Quantification of L-cathepsins in fractions Fi-SOLE (red) and HAC-RET (blue) obtained by HAC of F. hepatica ESAs using the test MM3-COPRO ELISA. The graph shows the OD values obtained for each fraction measured at two-fold serial dilutions adjusted at the starting concentration of 40 ng/mL. The values in the graph indicate the concentration of total protein at the nearest dilution above the detectability of the assay (dashed line).

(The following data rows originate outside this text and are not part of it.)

function FormatHelp() {
  return (
    <details className="text-sm text-slate">
      <summary className="cursor-pointer font-semibold text-ink">Accepted formats</summary>
      <ul className="mt-2 list-disc space-y-1 pl-6">
        <li>
          Degrees and decimal minutes: <code className="position">55°12.30′N 003°01.10′E</code>, <code className="position">55 12.30N 3 1.10E</code>
        </li>
        <li>
          Broadcast form: <code className="position">55-12.30N 003-01.10E</code>
        </li>
        <li>
          Degrees, minutes, seconds: <code className="position">55°12′18″N 3°01′06″E</code> (ASCII <code>&apos;</code> and <code>&quot;</code> work too)
        </li>
        <li>
          Decimal degrees: <code className="position">55.205, 3.01833</code> or <code className="position">55.205N 3.01833E</code>
        </li>
        <li>Latitude first, unless letters or labels say otherwise (<code className="position">lon 3.018 lat 55.205</code>).</li>
        <li>
          Projected CRSs (UTM, British National Grid, Irish Grid): <code className="position">easting northing</code> in metres.
        </li>
      </ul>
    </details>
  );
}

function ResultRegion({ busy, testId, children }: { busy: boolean; testId: string; children: ReactNode }) {
  return (
    <div aria-live="polite" data-testid={testId} data-busy={busy ? "true" : undefined} className="min-h-6">
      {busy && !children ? <p className="text-sm text-slate">Working it out…</p> : children}
    </div>
  );
}

function ErrorLine({ error }: { error: string }) {
  return (
    <p className="text-sm font-semibold text-danger" role="alert">
      {error}
    </p>
  );
}

function FieldNote({ r, known }: { r: FieldError; known: Set<string> }) {
  // Errors for a known field are shown beside it; anything else here.
  return known.has(r.field) ? <p className="text-sm text-slate">Please correct the field marked above.</p> : <ErrorLine error={r.error} />;
}

function ConvertResult({ r, known }: { r: ApiResult<ConvertResponse>; known: Set<string> }) {
  if (!r.ok) return <FieldNote r={r} known={known} />;
  const f = r.value.formatted;
  return (
    <div className="space-y-2">
      <dl className="grid grid-cols-[auto_1fr] gap-x-4 gap-y-1 text-sm">
        {"grid" in f ? (
          <>
            <dt className="text-slate">Easting, northing</dt>
            <dd className="position" data-testid="convert-grid">
              {f.grid}
            </dd>
          </>
        ) : (
          <>
            <dt className="text-slate">Degrees, minutes</dt>
            <dd className="position" data-testid="convert-ddm">
              {f.ddm}
            </dd>
            <dt className="text-slate">Broadcast</dt>
            <dd className="position">{f.broadcast}</dd>
            <dt className="text-slate">Degrees, minutes, seconds</dt>
            <dd className="position">{f.dms}</dd>
            <dt className="text-slate">Decimal degrees</dt>
            <dd className="position">{f.dd}</dd>
          </>
        )}
      </dl>
      <p className="text-xs text-slate">
        {r.value.from} → {r.value.to}
        {r.value.transformations.length
          ? ` via ${r.value.transformations.map((t) => `${t.name} (${t.id}, ±${t.accuracyM} m)`).join(" and ")}; combined accuracy about ${r.value.accuracyM.toFixed(1)} m.`
          : "; no datum shift."}
      </p>
    </div>
  );
}

function MeasureResult({ r, known }: { r: ApiResult<MeasureResponse>; known: Set<string> }) {
  if (!r.ok) return <FieldNote r={r} known={known} />;
  const m = r.value;
  const brg = (x: number) => `${x.toFixed(1).padStart(5, "0")}°T`;
  return (
    <dl className="grid grid-cols-[auto_1fr] gap-x-4 gap-y-1 text-sm">
      <dt className="text-slate">Distance</dt>
      <dd data-testid="measure-distance">
        {m.distanceNm.toFixed(3)} M · {m.distanceCables.toFixed(1)} cables · {m.distanceM.toFixed(1)} m
      </dd>
      <dt className="text-slate">Initial bearing</dt>
      <dd data-testid="measure-bearing">{brg(m.initialBearingTrueDeg)}</dd>
      <dt className="text-slate">Final bearing</dt>
      <dd>{brg(m.finalBearingTrueDeg)}</dd>
    </dl>
  );
}

function AssessResult({ r, known }: { r: ApiResult<AssessmentResponse>; known: Set<string> }) {
  if (!r.ok) return <FieldNote r={r} known={known} />;
  const o = r.value.observations[0];
  return (
    <div>
      <AssessmentFigures result={r.value} />
      {o ? (
        <p className="mt-2 text-xs text-slate">
          Observation uncertainty (95%): {o.uncertaintyM.toFixed(1)} m
          {o.declinationDeg !== undefined ? `; magnetic variation ${Math.abs(o.declinationDeg).toFixed(1)}° ${o.declinationDeg >= 0 ? "E" : "W"} (World Magnetic Model)` : ""}.
        </p>
      ) : null}
    </div>
  );
}

type InputProps = {
  label: string;
  name: FieldName;
  value: string;
  onChange: (e: { target: { value: string } }) => void;
  error?: string;
  hint?: string;
  className?: string;
  placeholder?: string;
  type?: string;
  inputMode?: "decimal" | "text";
};

function TextInput({ label, name, value, onChange, error, hint, className, placeholder, type = "text", inputMode }: InputProps) {
  const id = useId();
  return (
    <div className={className}>
      <label htmlFor={id} className="field-label">
        {label}
      </label>
      <input
        id={id}
        name={name}
        type={type}
        inputMode={inputMode}
        value={value}
        onChange={onChange}
        placeholder={placeholder}
        autoComplete="off"
        spellCheck={false}
        className="field-input"
        aria-invalid={error ? true : undefined}
        aria-describedby={[error ? `${id}-e` : "", hint ? `${id}-h` : ""].filter(Boolean).join(" ") || undefined}
      />
      {hint ? (
        <p id={`${id}-h`} className="field-hint">
          {hint}
        </p>
      ) : null}
      {error ? (
        <p id={`${id}-e`} className="field-error" role="alert">
          {error}
        </p>
      ) : null}
    </div>
  );
}

function SelectInput({ label, name, value, onChange, options, error }: Omit<InputProps, "placeholder"> & { options: { value: string; label: string }[] }) {
  const id = useId();
  return (
    <div>
      <label htmlFor={id} className="field-label">
        {label}
      </label>
      <select id={id} name={name} value={value} onChange={onChange} className="field-input" aria-invalid={error ? true : undefined} aria-describedby={error ? `${id}-e` : undefined}>
        {options.map((o) => (
          <option key={o.value} value={o.value}>
            {o.label}
          </option>
        ))}
      </select>
      {error ? (
        <p id={`${id}-e`} className="field-error" role="alert">
          {error}
        </p>
      ) : null}
    </div>
  );
}

const GROUP_LABELS = { geographic: "Latitude and longitude", "national grid": "National grids", UTM: "UTM zones" } as const;

function CrsSelect({ label, name, value, onChange, error }: Omit<InputProps, "placeholder">) {
  const id = useId();
  const groups = useMemo(() => {
    const all = listCrs();
    return (Object.keys(GROUP_LABELS) as (keyof typeof GROUP_LABELS)[]).map((g) => ({ g, items: all.filter((c) => c.group === g) }));
  }, []);
  return (
    <div>
      <label htmlFor={id} className="field-label">
        {label}
      </label>
      <select id={id} name={name} value={value} onChange={onChange} className="field-input" aria-invalid={error ? true : undefined} aria-describedby={error ? `${id}-e` : undefined}>
        {groups.map(({ g, items }) => (
          <optgroup key={g} label={GROUP_LABELS[g]}>
            {items.map((c) => (
              <option key={c.id} value={c.id}>
                {c.label} ({c.id})
              </option>
            ))}
          </optgroup>
        ))}
      </select>
      {error ? (
        <p id={`${id}-e`} className="field-error" role="alert">
          {error}
        </p>
      ) : null}
    </div>
  );
}

function TransformationSelect({ label, name, crs, value, onChange, error }: Omit<InputProps, "placeholder"> & { crs: string }) {
  const id = useId();
  const parsed = parseCrsCode(crs);
  const datum = parsed.ok ? getDatum(parsed.crs.datum) : null;
  const options = datum
    ? datum.transformations.map((t) => ({
        value: t.id === datum.defaultTransformation ? "" : t.id,
        label: t.id === "identity" ? "None (WGS 84)" : `${t.name}, ${t.id.startsWith("EPSG:") ? `${t.id}, ` : ""}±${t.accuracyM} m — ${t.area}${t.id === datum.defaultTransformation ? " (default)" : ""}`,
      }))
    : [{ value: "", label: "Default" }];
  return (
    <div>
      <label htmlFor={id} className="field-label">
        {label}
      </label>
      <select id={id} name={name} value={value} onChange={onChange} className="field-input" disabled={options.length < 2} aria-invalid={error ? true : undefined} aria-describedby={error ? `${id}-e` : undefined}>
        {options.map((o) => (
          <option key={o.value} value={o.value}>
            {o.label}
          </option>
        ))}
      </select>
      {error ? (
        <p id={`${id}-e`} className="field-error" role="alert">
          {error}
        </p>
      ) : null}
    </div>
  );
}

Regarding the ability of the HA column to retain heme and heme complexes with protein FhHDM-1/MF6p9,37, we carried out an UV/VIS absorption spectrum (250–650 nm scan) with each of the fractions obtained by HAC. For comparisons, we also carried out spectra of whole Fasciola ESAs, and the fractions corresponding to peaks I, II and IV obtained by SEC on the Superdex 75 HR column (Fig. 1B) from whole Fasciola ESAs. As can be seen in Fig. 4, with respect to protein content (λmax 280 nm), a high proportion of heme (λmax 405 nm) was present in fractions corresponding to peak II, as previously reported18, and in HAC-RET. However, a small, but still significant, amount of heme was also observed in peak IV. This probably corresponded to small FhHDM-1/MF6p complexes with MW near that of L-cathepsins that cannot be sieved by SEC. In contrast, the HAC-NR had negligible amount of heme, which is indicative of a very high binding affinity of heme to the HA matrix, which is according to the fact that most of the brownish pigment present in Fasciola ESAs remained at the top of the HA column during the entire chromatographic process (see Fig. 1A), much of which persisted bond to HA after the final wash with 1 M NaOH before storage (not showed). It is important to note that the HA column containing the Bio-Gel HTP particles can be normally regenerated using 0.5 M phosphate buffer, according to the manufacturer's instructions. However, complete removal of strong binders/insoluble substances (as in the case of heme and heme complexes present in ESAs) could not achieved even after washing with 1–2 M NaOH. So, removal of the top layer of the HA bed, or discarding the HA matrix when saturated may be necessary.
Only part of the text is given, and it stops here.